HomeSpecial ReportsColorado Court Ruling Stresses Importance of Documenting Employee Illnesses

Colorado Court Ruling Stresses Importance of Documenting Employee Illnesses

Chronic nausea that is associated with taking medication might not seem like a big deal. But if you don’t formally report it to your employer, chances are that protections under the Americans with Disabilities Act (ADA) will be of little help.

That’s the lesson from a recent court ruling in Colorado, involving two student transportation employees with undocumented illnesses and frequent, unexcused breaks.

“Unfortunately, most employers are not going to take a step back, stop the disciplinary process or the investigative process, and decide whether or not there’s a disability issue,” said Denver-based attorney Christopher Lujan, referencing a recent case in which he represented a former bus driver and monitor in their lawsuit against Westminster Public Schools. “Most employers are not going to do that, and that’s unfortunate, especially in this case, because until they got sick, you had two high-performing, long-serving employees. You would have thought they would have gotten the benefit of the doubt.”



Westminster Public Schools, which is located in Adams County, Colorado, hired Deborah Solis as a monitor and Janet Thompson as an on-call bus driver in 1996. Thompson was granted permanent status at the beginning of 1997.

Westminster Public Schools, which is located north of Denver, currently employs 26 drivers and 11 monitors to transport 3,692 students along urban routes. General education routes average 46 miles, while special education routes can stretch 65.5 miles. In total, the district serves 9,277 students.

The district also made local headlines earlier this year, when it offered to pay entry-level teachers an annual salary of $50,497, which is the highest base salary in Colorado.

After Thompson underwent a breast biopsy in 2012, she was prescribed medication to reduce her risk of further developing cancer. The medication’s side effects included nausea and vomiting, and with that, an increased need for bathroom breaks.

Solis, who suffers from neurofibromatosis and uses a permanent urostomy pouch, also needed extra breaks.

They began servicing route 22 for students with special needs in 2013, and regularly stopped the bus—when empty—to make bathroom breaks, as needed. They said they assumed their supervisors knew and condoned the practice because they claimed other employees stopped for smoke breaks or to make house calls. There didn’t seem to be an issue until new supervisors started looking into driver behavior on their routes.

An investigation by the district of the two women found that Solis and Thompson frequently stopped at a 7-11. The district had a video of Thompson and Solis “planning to ‘stall’ before returning to the transportation garage.” According to court documents, Westminster Public Schools possessed no paperwork that showed Solis and Thompson had a medical condition that required extra breaks.

Citing misconduct because the pair was allegedly “falsifying timesheets and leaving duty assignments without authorization,” both human resources and the Westminster Education Association union recommended that Thompson and Solis resign to avoid being fired.

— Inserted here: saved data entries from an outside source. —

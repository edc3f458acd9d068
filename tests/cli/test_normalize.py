"""Checked against: JSON Schema draft 2020-12 via the jsonschema package (docs/schema.json and the
output of ``nlnorm schema``); IANA tz database via zoneinfo/tzdata (Europe/Berlin is UTC+01:00
and America/New_York UTC-05:00 in December 2026); CLDR 49 week data and short date formats via
babel 2.19 (en_US: weeks start on Sunday, month/day/year; en_GB: Monday, day/month/year);
docs/readings.md (what each policy option selects); hand-computed calendar facts (2 December
2026 is a Wednesday).

``nlnorm normalize``, ``nlnorm demo``, ``nlnorm schema`` and ``python -m nlnorm``. Every run
passes ``--now`` except the one test that checks the current time is used without it.
"""

from __future__ import annotations

import json
import subprocess
import sys
from datetime import datetime, timedelta, timezone
from pathlib import Path
from typing import Any

import jsonschema
import pytest

from nlnorm.cli import main
from nlnorm.schema import Result

ROOT = Path(__file__).resolve().parents[2]
SCHEMA_PATH = ROOT / "docs" / "schema.json"
QUESTIONS = ROOT / "examples" / "demo" / "questions.jsonl"
#: Wednesday 2 December 2026, 10:00 in Berlin (UTC+01:00).
CLOCK = ["--now", "2026-12-02T10:00", "--tz", "Europe/Berlin"]


def cli(capsys: pytest.CaptureFixture[str], *args: str) -> tuple[int, str, str]:
    """Run ``nlnorm ARGS`` in this process; return (exit code, stdout, stderr)."""
    try:
        code = main(list(args))
    except SystemExit as exc:  # argparse ends the process on a usage error
        code = exc.code
    out, err = capsys.readouterr()
    return code, out, err


def normalized(capsys: pytest.CaptureFixture[str], text: str, *options: str) -> dict[str, Any]:
    code, out, err = cli(capsys, "normalize", text, *options)
    assert (code, err) == (0, ""), err
    return json.loads(out)


def mention(capsys, text: str, *options: str) -> dict[str, Any]:
    """The single mention of ``text`` normalized at :data:`CLOCK` (unless options repeat it)."""
    result = normalized(capsys, text, *CLOCK, *options)
    assert len(result["mentions"]) == 1, result["mentions"]
    return result["mentions"][0]


# --- the output ---------------------------------------------------------------------------------


def test_prints_one_json_object_that_is_a_result(capsys):
    code, out, err = cli(capsys, "normalize", "which bugs were created last week", *CLOCK)
    assert (code, err) == (0, "")
    result = Result.model_validate(json.loads(out))
    assert result.mentions[0].value == "2026-W48" and result.error is None
    assert out.endswith("}\n")


def test_the_output_validates_against_the_published_schema(capsys):
    if not SCHEMA_PATH.is_file():
        pytest.skip("docs/schema.json is not there")
    schema = json.loads(SCHEMA_PATH.read_text(encoding="utf-8"))
    for text in ("closed last week", "who owns ticket WRN-2025", "between 1 March and 15 April"):
        jsonschema.validate(normalized(capsys, text, *CLOCK), schema)


def test_indent_0_prints_one_line_and_the_default_is_indented(capsys):
    _, one_line, _ = cli(capsys, "normalize", "closed today", "--indent", "0", *CLOCK)
    _, indented, _ = cli(capsys, "normalize", "closed today", *CLOCK)
    assert one_line.count("\n") == 1 and indented.count("\n") > 10
    assert json.loads(one_line) == json.loads(indented)


def test_a_question_without_a_time_phrase_has_no_mentions(capsys):
    result = normalized(capsys, "who owns ticket WRN-2025", *CLOCK)
    assert result["mentions"] == [] and result["rewritten"] == "who owns ticket WRN-2025"


# --- each option changes the result as documented -----------------------------------------------


def test_now_is_the_reference_time(capsys):
    assert mention(capsys, "closed today")["value"] == "2026-12-02"
    assert mention(capsys, "closed today", "--now", "2026-11-20T09:00")["value"] == "2026-11-20"


def test_an_aware_now_is_converted_into_tz(capsys):
    result = normalized(capsys, "closed today", "--now", "2026-12-02T03:00:00Z",
                        "--tz", "America/New_York")
    assert result["reference"]["now"] == "2026-12-01T22:00:00-05:00"
    assert result["mentions"][0]["value"] == "2026-12-01"


def test_a_utc_now_without_tz_is_read_in_utc(capsys):
    result = normalized(capsys, "closed today", "--now", "2026-12-02T10:00:00Z")
    assert result["reference"]["tz"] == "UTC"
    assert result["mentions"][0]["start"] == "2026-12-02T00:00:00+00:00"


def test_tz_decides_where_the_day_starts(capsys):
    assert mention(capsys, "closed today")["start"] == "2026-12-02T00:00:00+01:00"
    m = mention(capsys, "closed today", "--tz", "America/New_York")
    assert (m["start"], m["end"]) == ("2026-12-02T00:00:00-05:00", "2026-12-03T00:00:00-05:00")


@pytest.mark.parametrize(("week_start", "first_day"),
                         [("monday", "2026-11-30"), ("sunday", "2026-11-29"),
                          ("saturday", "2026-11-28")])
def test_week_start_decides_this_week(capsys, week_start, first_day):
    m = mention(capsys, "closed this week", "--week-start", week_start)
    assert m["start"] == f"{first_day}T00:00:00+01:00"


@pytest.mark.parametrize(("locale", "week_start", "date"),
                         [("en", "monday", "2026-03-04"), ("en_US", "sunday", "2026-03-04"),
                          ("en-gb", "monday", "2026-04-03")])
def test_locale_decides_week_start_and_numeric_date_order(capsys, locale, week_start, date):
    result = normalized(capsys, "fixed on 03/04/2026", *CLOCK, "--locale", locale)
    assert result["reference"]["week_start"] == week_start
    assert result["mentions"][0]["value"] == date


def test_lang_names_the_languages_looked_for(capsys):
    result = normalized(capsys, "closed today", *CLOCK, "--lang", "en")
    assert result["reference"]["languages"] == ["en"]
    assert normalized(capsys, "closed today", *CLOCK, "--lang", "EN,en")["reference"][
        "languages"] == ["en"]


def test_bias_picks_the_past_or_the_coming_march(capsys):
    past = mention(capsys, "released in March")
    future = mention(capsys, "released in March", "--bias", "future")
    assert (past["value"], future["value"]) == ("2026-03", "2027-03")
    assert [a["policy"] for a in past["alternatives"]] == ["bias=future"]


def test_window_reading_rolling_ends_now_and_calendar_at_midnight(capsys):
    rolling = mention(capsys, "bugs in the last 7 days")
    calendar = mention(capsys, "bugs in the last 7 days", "--window-reading", "calendar")
    assert (rolling["start"], rolling["end"]) == ("2026-11-25T10:00:00+01:00",
                                                  "2026-12-02T10:00:00+01:00")
    assert (calendar["start"], calendar["end"]) == ("2026-11-25T00:00:00+01:00",
                                                    "2026-12-02T00:00:00+01:00")
    assert [a["policy"] for a in rolling["alternatives"]] == ["window_reading=calendar"]


def test_weekday_reading_nearest_or_monday_of_last_week(capsys):
    nearest = mention(capsys, "what broke last Monday")
    week = mention(capsys, "what broke last Monday", "--weekday-reading", "week")
    assert (nearest["value"], nearest["reading"]) == ("2026-11-30", "R14")
    assert (week["value"], week["reading"]) == ("2026-11-23", "R16")


@pytest.mark.parametrize(("order", "value"), [("MDY", "2026-03-04"), ("DMY", "2026-04-03")])
def test_date_order_reads_a_numeric_date(capsys, order, value):
    assert mention(capsys, "fixed on 03/04/2026", "--date-order", order)["value"] == value


def test_without_now_the_current_time_is_used(capsys):
    before = datetime.now(timezone.utc)
    result = normalized(capsys, "closed today", "--tz", "Europe/Berlin")
    after = datetime.now(timezone.utc)
    used = datetime.fromisoformat(result["reference"]["now"])
    assert result["reference"]["tz"] == "Europe/Berlin"
    assert before - timedelta(seconds=1) <= used <= after  # the output may drop microseconds
    assert used.utcoffset() in (timedelta(hours=1), timedelta(hours=2))


# --- bad options --------------------------------------------------------------------------------


@pytest.mark.parametrize(
    ("options", "fragments"),
    [
        (["--now", "yesterday-ish"], ["now='yesterday-ish'", "ISO 8601"]),
        (["--now", ""], ["--now", "empty"]),
        (["--now", "2026-12-02T10:00"], ["now='2026-12-02T10:00:00'", "no UTC offset", "tz"]),
        (["--now", "2026-12-02T10:00+01:00"], ["fixed UTC offset", "tz"]),
        (["--now", "2026-12-02T10:00", "--tz", "Europe/Berln"],
         ["tz='Europe/Berln'", "did you mean 'Europe/Berlin'?"]),
        (["--now", "2026-12-02T10:00", "--tz", "Berlin"], ["tz='Berlin'", "'Europe/Berlin'"]),
        ([*CLOCK, "--tz", ""], ["--tz", "empty"]),
        ([*CLOCK, "--week-start", "thursday"], ["--week-start", "'thursday'"]),
        ([*CLOCK, "--locale", "xx_YY"], ["locale='xx_YY'", "CLDR locale"]),
        ([*CLOCK, "--lang", "xx"], ["'xx'", "not available"]),
        ([*CLOCK, "--bias", "sideways"], ["--bias", "'sideways'"]),
        ([*CLOCK, "--window-reading", "sliding"], ["--window-reading", "'sliding'"]),
        ([*CLOCK, "--weekday-reading", "closest"], ["--weekday-reading", "'closest'"]),
        ([*CLOCK, "--date-order", "XYZ"], ["--date-order", "'XYZ'"]),
        ([*CLOCK, "--indent", "wide"], ["--indent", "'wide'"]),
        ([*CLOCK, "--colour"], ["--colour"]),
    ],
    ids=["now-not-iso", "now-empty", "now-naive-no-tz", "now-offset-no-tz", "tz-misspelt",
         "tz-bare-city", "tz-empty", "week-start", "locale", "lang", "bias", "window-reading",
         "weekday-reading", "date-order", "indent", "unknown-option"],
)
def test_a_bad_option_exits_2_with_one_line_naming_it(capsys, options, fragments):
    code, out, err = cli(capsys, "normalize", "closed today", *options)
    assert (code, out) == (2, "")
    assert err.startswith("nlnorm: error: ") and err.endswith("\n") and err.count("\n") == 1
    for fragment in fragments:
        assert fragment in err, (fragment, err)


def test_a_missing_question_or_command_is_a_one_line_error(capsys):
    for args in (["normalize"], [], ["normalise", "today"]):
        code, out, err = cli(capsys, *args)
        assert (code, out) == (2, "") and err.startswith("nlnorm: error: ")
        assert err.count("\n") == 1


# --- demo, schema, python -m nlnorm -------------------------------------------------------------


def demo_ids() -> list[str]:
    return [json.loads(line)["id"] for line in QUESTIONS.read_text(encoding="utf-8").splitlines()]


def test_demo_prints_the_table_of_the_demo_log(capsys):
    code, out, err = cli(capsys, "demo")
    assert (code, err) == (0, "")
    lines = out.splitlines()
    assert lines[0] == ("nlnorm demo: questions.jsonl, now=2026-12-02T10:00:00+00:00 "
                        "tz=Europe/Lisbon week_start=monday locale=en")
    shown = [line.split("]")[0][1:] for line in lines if line.startswith("[")]
    assert shown == demo_ids()
    assert "[q03] show pull requests Teodor Vashti merged last week" in lines
    assert "      'last week' -> 2026-W48  [R2: the whole calendar week before the current one; " \
           "weeks start on monday]" in lines
    assert "      (no time phrase)" in lines
    assert lines[-1].endswith("questions, 54 mentions, 0 errors") and lines[-1].startswith("48 ")


def test_demo_takes_the_context_options(capsys):
    _, out, _ = cli(capsys, "demo", "--now", "2026-11-20T09:00:00Z", "--tz", "Europe/Berlin",
                    "--locale", "en_US")
    assert out.splitlines()[0].endswith("now=2026-11-20T10:00:00+01:00 tz=Europe/Berlin "
                                        "week_start=sunday locale=en_US")


def test_demo_json_prints_one_result_line_per_demo_question(capsys):
    code, out, err = cli(capsys, "demo", "--json")
    assert (code, err) == (0, "")
    results = [Result.model_validate_json(line) for line in out.split("\n")[:-1]]
    assert [r.id for r in results] == demo_ids()
    assert all(r.error is None and r.reference.tz == "Europe/Lisbon" for r in results)


def test_demo_of_the_bad_lines_shows_their_errors(capsys):
    code, out, _ = cli(capsys, "demo", str(ROOT / "examples" / "demo" / "bad_lines.jsonl"))
    assert code == 0
    assert "[b6] ERROR line 6: tz='Europe/Berln' is not an IANA time zone; did you mean " \
           "'Europe/Berlin'?" in out.splitlines()
    assert out.splitlines()[-1] == "8 questions, 2 mentions, 5 errors"


def test_schema_prints_the_json_schema_of_a_result(capsys):
    code, out, err = cli(capsys, "schema")
    assert (code, err) == (0, "")
    schema = json.loads(out)
    jsonschema.Draft202012Validator.check_schema(schema)
    assert schema == Result.model_json_schema()
    if SCHEMA_PATH.is_file():
        assert schema == json.loads(SCHEMA_PATH.read_text(encoding="utf-8"))
    jsonschema.validate(normalized(capsys, "closed since March", *CLOCK), schema)


def test_python_dash_m_nlnorm_help_lists_the_commands():
    done = subprocess.run([sys.executable, "-m", "nlnorm", "--help"], capture_output=True,
                          text=True, timeout=60)
    assert done.returncode == 0 and done.stderr == ""
    assert done.stdout.startswith("usage: nlnorm ")
    for command in ("normalize", "batch", "demo", "bench", "schema"):
        assert command in done.stdout


def test_each_command_has_help(capsys):
    for command in ("normalize", "batch", "demo", "bench", "schema"):
        with pytest.raises(SystemExit) as exc:
            main([command, "--help"])
        assert exc.value.code == 0
        assert capsys.readouterr().out.startswith(f"usage: nlnorm {command}")


def test_python_dash_m_nlnorm_normalize_as_a_process():
    done = subprocess.run([sys.executable, "-m", "nlnorm", "normalize", "closed yesterday",
                           "--indent", "0", *CLOCK], capture_output=True, timeout=60)
    assert done.returncode == 0, done.stderr
    result = Result.model_validate_json(done.stdout)
    assert result.mentions[0].value == "2026-12-01"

“One common defense to an ADA claim is the employer claims they did not know. In fact, you saw that in this case,” Lujan said.

Neither Thompson nor Solis submitted formal requests for accommodations under the Americans with Disabilities Act, or doctor notes, until after they were being investigated by the district. Federal Judge William Martinez concluded that without this key piece of evidence, no reasonable jury would find in their favor. On May 8, Martinez issued a summary judgment in favor of Westminster Public Schools.

Lujan agreed. “When employees are bringing up disabilities in the midst of an investigation into their wrongdoing, by then, it’s probably too late,” he added.

Still, there is a lesson for employees and employers alike.

“Had human resources been more proactive in identifying the issues here, all of this could have been avoided,” said Lujan, who previously worked in the human resources department for the City and County of Denver. He explained that a proactive human resources team could not only ensure employees understood their rights under the Americans with Disabilities Act, but also could have followed up after noticing an employee made frequent trips to the doctor.

In an industry where a sedentary lifestyle often leads to health issues, Lujan added that taking an interest in employee health helps with both retention and reducing healthcare costs.

Lujan’s advice to drivers focused on two key points: “No. 1: Go to a doctor often. No. 2: When these employees first start encountering [an] illness that impacts their ability to do their jobs, they need to have that documented and provided to HR, ASAP.”

Both employees and organizations need to be aware that there are two key exceptions to the Americans with Disabilities Act:

  • Requested accommodations must be reasonable.
  • The law does not excuse wrongdoing.

The district and its attorneys declined to comment on the case, except to say that “the court ruling speaks for itself.”